package main

import (
	"strings"
	"testing"

	"fyne.io/fyne/v2"
	"fyne.io/fyne/v2/test"

	"kinetarium/network"
	pd "kinetarium/plotting/diagram"
)

// The Diagram view follows the tables and the tables follow it; dragging
// a node saves its place in the model as an edit that Undo takes back;
// search finds a node; the replay colours species after a run.
func TestDiagramView(t *testing.T) {
	a := test.NewTempApp(t)
	w := newMainWindow(a, true)
	defer w.win.Close()
	w.ctrl.Deliver = onUI
	w.win.Resize(fyne.NewSize(1280, 800))
	var err error
	onUI(func() { err = w.openStart("") })
	if err != nil {
		t.Fatal(err)
	}
	waitFor(t, "the first run", func() bool { return w.current != nil && !w.ctrl.Running() })
	ui.Lock()
	defer ui.Unlock()
	w.showView(viewDiagram)
	p := w.diagram
	if p.d == nil || len(p.d.Nodes) == 0 {
		t.Fatal("no diagram after showing the Diagram view")
	}
	// Tables to diagram.
	w.ed.SelectRow("species", 2)
	m := w.doc.Model()
	if i := p.view.Selected(); i < 0 || p.d.Nodes[i].Name != m.Species[2].Name {
		t.Errorf("selecting species %q in the table selects node %d", m.Species[2].Name, i)
	}
	// Diagram to tables.
	ri := p.d.Find(pd.Reaction, m.Reactions[1].Name)
	p.view.OnSelect(ri)
	if tab, row := w.ed.SelectedRow(); tab != "Reactions" || row != 1 {
		t.Errorf("tapping reaction %q selects %s row %d", m.Reactions[1].Name, tab, row)
	}
	// Drag a node: saved in the layout, undone by Undo.
	si := p.d.Find(pd.Species, m.Species[0].Name)
	x0, y0 := p.d.Nodes[si].X, p.d.Nodes[si].Y
	p.view.dragging, p.view.dragNode, p.view.moved = true, si, true
	p.d.Nodes[si].X += 50
	p.view.DragEnd()
	if x, _, ok := w.doc.Model().Layout.Find(network.PlaceSpecies, m.Species[0].Name); !ok || x != round(x0+50) {
		t.Errorf("after the drag the layout holds x = %v (%v), want %v", x, ok, x0+50)
	}
	if d, ok := w.doc.CanUndo(); !ok || d == "" {
		t.Fatal("the move cannot be undone")
	}
	w.doc.Undo()
	if len(w.doc.Model().Layout.Places) != 0 {
		t.Errorf("Undo leaves the layout %+v", w.doc.Model().Layout)
	}
	if n := p.d.Nodes[p.d.Find(pd.Species, m.Species[0].Name)]; n.X != x0 || n.Y != y0 {
		t.Errorf("after Undo the node is at (%v, %v), was at (%v, %v)", n.X, n.Y, x0, y0)
	}
	// Search.
	if i := search(p.d, "ES"); i < 0 || p.d.Nodes[i].Name != "ES" {
		t.Errorf("search for ES finds %d", i)
	}
	if i := search(p.d, "no such thing"); i != -1 {
		t.Errorf("search for a missing name finds %d", i)
	}
	// The replay colours the species.
	if !p.replayC.Checked || p.replay == nil {
		t.Fatal("no replay after a run")
	}
	for _, n := range p.d.Nodes {
		if n.Kind == pd.Species && n.Fill == nil {
			t.Errorf("species %q is not coloured by the replay", n.Name)
		}
	}
	// Its colour scale names the concentrations' unit, in plain numbers.
	_, scale, _ := strings.Cut(p.tLabel.Text, "colour")
	if !strings.HasSuffix(scale, "(light) "+w.current.AmountUnit) || strings.Contains(scale, "e+") {
		t.Errorf("the replay's scale reads %q, want its ends in plain numbers and the unit %s", p.tLabel.Text, w.current.AmountUnit)
	}
	// The style is part of the model.
	p.style.SetSelected(styleSBGN)
	if w.doc.Model().Layout.Style != "sbgn" || p.view.opts.Style != pd.SBGN {
		t.Errorf("choosing SBGN gives style %q in the model, %v drawn", w.doc.Model().Layout.Style, p.view.opts.Style)
	}
}

func round(x float64) float64 { return float64(int64(x*100+0.5)) / 100 }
++++++++
#### [Work item]
From the material above, set down exactly the lines starting at the one with "move cannot be" and ending at the one with "replay's scale reads", end lines included.

#### [Exercise result]
		t.Fatal("the move cannot be undone")
	}
	w.doc.Undo()
	if len(w.doc.Model().Layout.Places) != 0 {
		t.Errorf("Undo leaves the layout %+v", w.doc.Model().Layout)
	}
	if n := p.d.Nodes[p.d.Find(pd.Species, m.Species[0].Name)]; n.X != x0 || n.Y != y0 {
		t.Errorf("after Undo the node is at (%v, %v), was at (%v, %v)", n.X, n.Y, x0, y0)
	}
	// Search.
	if i := search(p.d, "ES"); i < 0 || p.d.Nodes[i].Name != "ES" {
		t.Errorf("search for ES finds %d", i)
	}
	if i := search(p.d, "no such thing"); i != -1 {
		t.Errorf("search for a missing name finds %d", i)
	}
	// The replay colours the species.
	if !p.replayC.Checked || p.replay == nil {
		t.Fatal("no replay after a run")
	}
	for _, n := range p.d.Nodes {
		if n.Kind == pd.Species && n.Fill == nil {
			t.Errorf("species %q is not coloured by the replay", n.Name)
		}
	}
	// Its colour scale names the concentrations' unit, in plain numbers.
	_, scale, _ := strings.Cut(p.tLabel.Text, "colour")
	if !strings.HasSuffix(scale, "(light) "+w.current.AmountUnit) || strings.Contains(scale, "e+") {
		t.Errorf("the replay's scale reads %q, want its ends in plain numbers and the unit %s", p.tLabel.Text, w.current.AmountUnit)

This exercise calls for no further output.